Friday, March 14, 2014
Chairman's (Omni Shoreham)
The Europeanization of migration and asylum policy has often been portrayed as a give-and-take bargaining process in which restrictive member states seek to escape national-level migrants’ rights protection and pro-migration activism by NGOs, only to run up against a liberal European Commission who is successfully able to enact pro-migrant policies with the help of the Court of Justice. My paper will revisit this dichotomous portrayal of restrictive member states vs. a liberal Commission, especially in light of new developments in JHA policy.
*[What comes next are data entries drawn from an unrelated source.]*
describe('bed trend', () => {
  it('returns a short span window by window, with transfers as events and the grey zone with its source', async () => {
    const b = await bed('TR-01', 'Trend unit');
    const ma = await monitor(b, 1000);
    const mb = await monitor(null, 1000);
    const base = Date.now() - 30 * 60_000;
    for (let i = 0; i < 20; i++)
      await assessment(b, new Date(base + i * 10_000), { monitorId: i < 10 ? ma.id : mb.id, ppv: 10 + i, verdict: i === 3 ? 'not-valid' : 'valid' });
    const reviewer = await gw.signIn('reviewer');
    const res = await reviewer.get(`/api/v1/board/beds/${b}/trend?hours=1`).expect(200);
    expect(res.body.downsampled).toBe(false);
    expect(res.body.points).toHaveLength(20);
    expect(res.body.points[3].verdict).toBe('not-valid');
    expect(res.body.events.filter((e: { kind: string }) => e.kind === 'bed-transfer')).toHaveLength(1);
    // The default PPV grey zone: 9–13 % (Cannesson et al., Anesthesiology 2011; figures from memory), with that source named.
    expect(res.body.greyZone).toMatchObject({ lower: 9, upper: 13 });
    expect(res.body.greyZone.source).toContain('Cannesson');
    await reviewer.get(`/api/v1/board/beds/${randomUUID()}/trend`).expect(404);
    await reviewer.get(`/api/v1/board/beds/${b}/trend?hours=49`).expect(400);
  });

  it('reduces 48 h of 10-s windows to min/max per bucket without losing the extremes, and exports what it shows as CSV', async () => {
    const b = await bed('TR-48', 'Trend unit');
    const m = await monitor(b, 1000);
    const end = Date.now();
    const n = 48 * 360; // 10-s windows in 48 h
    // Seeded series (a slow sine plus a deterministic jitter); the truth is computed here, from the series.
    const values: { end: Date; ppv: number; verdict: string; hr: number }[] = [];
    let seed = 7;
    const rand = () => (seed = (seed * 1103515245 + 12345) % 2 ** 31) / 2 ** 31;
    for (let i = 0; i < n; i++)
      values.push({
        end: new Date(end - (n - i) * 10_000 + 10_500),
        ppv: Math.round((12 + 6 * Math.sin(i / 500) + rand() * 2) * 100) / 100,
        verdict: i === 9000 ? 'not-valid' : 'valid',
        hr: 70 + (i % 30),
      });
    values[12345]!.ppv = 41.5; // a single peak
    for (let i = 0; i < n; i += 500) {
      const chunk = values.slice(i, i + 500);
      await q(
        `INSERT INTO assessment (id, monitor_id, bed_id, window_start, window_end, engine_version, verdict, ppv, spv, heart_rate, respiratory_rate, flags, result, created_at) VALUES ${chunk.map(() => "(?, ?, ?, ?, ?, 'test', ?, ?, NULL, ?, 14, '[]', '{}', NOW(3))").join(',')}`,
        chunk.flatMap((v) => [randomUUID(), m.id, b, new Date(v.end.getTime() - 10_000), v.end, v.verdict, v.ppv, v.hr]),
      );
    }
    const reviewer = await gw.signIn('reviewer');
    const res = await reviewer.get(`/api/v1/board/beds/${b}/trend?hours=48&maxPoints=1000&to=${new Date(end).toISOString()}`).expect(200);
    expect(res.body.windows).toBe(n);
    expect(res.body.downsampled).toBe(true);
    expect(res.body.points.length).toBeLessThanOrEqual(1000);
    const ppvs = res.body.points.map((p: { ppv: number }) => p.ppv);
    expect(Math.max(...ppvs)).toBe(41.5);
    expect(Math.min(...ppvs)).toBe(Math.min(...values.map((v) => v.ppv)));
    expect(Math.max(...res.body.points.map((p: { heartRate: number }) => p.heartRate))).toBe(99);
    // The not-valid window's bucket carries the worst verdict.
    expect(res.body.points.some((p: { verdict: string }) => p.verdict === 'not-valid')).toBe(true);
    expect(res.body.points.reduce((a: number, p: { windows: number }) => a + p.windows, 0)).toBe(n);

    const csv = await reviewer.get(`/api/v1/board/beds/${b}/trend.csv?hours=48&maxPoints=1000&to=${new Date(end).toISOString()}`).expect(200);
    expect(csv.headers['content-type']).toMatch(/text\/csv/);
    const lines = csv.text.trim().split('\r\n');
    expect(lines[0]).toBe('t,assessmentId,verdict,ppv,spv,deltaPop,heartRate,respiratoryRate,windows');
    expect(lines).toHaveLength(res.body.points.length + 1);
    expect(lines[1]!.split(',')[3]).toBe(String(res.body.points[0].ppv));
  }, 60_000);
});

describe('line checks and context on the trend', () => {
  it('gives the latest flush test of a monitor with its Gardner region in words, and marks it and context changes on the trend', async () => {
    const b = await bed('LC-01', 'Line unit');
    const m = await monitor(b, 1000);
    const t0 = Date.now() - 20 * 60_000;
    const flush = {
      releaseTime: 4.2,
      naturalFrequencyHz: 18.5,
      dampingRatio: 0.42,
      amplitudeRatio: 0.23,
      oscillations: 3,
      region: 'optimal',
      regionText: 'optimal: natural frequency and damping ratio in the optimal region of the Gardner chart',
    };
    const older = { ...flush, naturalFrequencyHz: 9.1, dampingRatio: 0.2, region: 'under-damped', regionText: 'under-damped' };
    for (const [i, f] of [older, flush].entries()) {
      await q(
        `INSERT INTO assessment (id, monitor_id, bed_id, window_start, window_end, engine_version, verdict, flags, result, created_at) VALUES (?, ?, ?, ?, ?, 'test', 'questionable', '["arterial-flush"]', ?, NOW(3))`,
        [
          randomUUID(),
          m.id,
          b,
          new Date(t0 + i * 60_000),
          new Date(t0 + i * 60_000 + 10_000),
          JSON.stringify({ flags: [], arterialLine: { flushTests: [f], dampingEstimate: 'adequate' } }),
        ],
      );
    }
    // Context as the monitor sent it: tidal volume 6 → 8 mL/kg for a minute and back (a challenge), then a vasopressor.
    const ctxAt = [
      [0, { tidalVolumeMl: 420 }],
      [60, { tidalVolumeMl: 560 }],
      [120, { tidalVolumeMl: 420 }],
      [180, { tidalVolumeMl: 420, vasopressorRunning: false }],
      [240, { tidalVolumeMl: 420, vasopressorRunning: true }],
    ] as const;
    for (const [s, c] of ctxAt) {
      await q(
        `INSERT INTO inbound_message (received_at, transport, outcome, monitor_id, size_bytes, raw, batch_start, context) VALUES (NOW(3), 'http', 'accepted', ?, 2, 'x', ?, ?)`,
        [m.id, new Date(t0 + s * 1000), JSON.stringify(c)],
      );
    }
    // The engine's judgement of the challenge, as the analysis worker stores it on the completing window.
    const judged = randomUUID();
    await q(
      `INSERT INTO assessment (id, monitor_id, bed_id, window_start, window_end, engine_version, verdict, flags, result, challenge_verdict, challenge_delta_ppv, created_at) VALUES (?, ?, ?, ?, ?, 'test', 'valid', '[]', '{}', 'positive', 4.4, NOW(3))`,
      [judged, m.id, b, new Date(t0 + 150_000), new Date(t0 + 160_000)],
    );
    const reviewer = await gw.signIn('reviewer');
    const res = await reviewer.get(`/api/v1/board/monitors/${m.identifier}/flush-test`).expect(200);
    expect(res.body.latest.flushTest).toMatchObject({ naturalFrequencyHz: 18.5, dampingRatio: 0.42, region: 'optimal' });
    const none = await reviewer.get(`/api/v1/board/monitors/${randomUUID()}/flush-test`).expect(200);
    expect(none.body.latest).toBeNull();

    const trend = await reviewer.get(`/api/v1/board/beds/${b}/trend?hours=1`).expect(200);
    const kinds = trend.body.events.map((e: { kind: string; label: string }) => `${e.kind}: ${e.label}`);
    expect(kinds).toEqual(
      expect.arrayContaining([
        'tidal-volume: Tidal volume 420 → 560 mL',
        'tidal-volume: Tidal volume 560 → 420 mL',
        'tidal-volume-challenge: Tidal volume raised 420 → 560 mL for 60 s',
        'vasopressor: Vasopressor started',
        'tidal-volume-challenge: Tidal volume challenge judged: positive, ΔPPV +4.4 points',
      ]),
    );
    expect(trend.body.events.find((e: { label: string }) => e.label.includes('judged'))!.assessmentId).toBe(judged);
    expect(kinds.filter((k: string) => k.startsWith('flush-test'))).toHaveLength(2);
    expect(kinds.some((k: string) => k.includes('fn 18.5 Hz, ζ 0.42'))).toBe(true);
  });
});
Taking the cases of the recast Asylum Procedures Directive, the new Dublin Regulation (2013), and the decision not to recast the Family Reunification Directive, this paper will consider the Commission as a pragmatic actor. Drawing on recent literature in Political Science which borrows from pragmatist philosophers and social theorists, “pragmatic” is best understood as a willingness to reconsider and reshape prior beliefs and goals in search of solutions to problems. Thus, I draw upon interviews conducted in 2013 and a review of Commission documents to demonstrate that the Commission’s position on migration and asylum cannot be defined (merely) as liberal, because this radically simplifies the degree of reflexivity and adaptability which it has shown in negotiations with the Council of Ministers, Parliament, and non-state actors. Furthermore, this paper integrates the role of policy feedback into the deliberations, both amongst the European Union institutions and between E.U. level and the member states.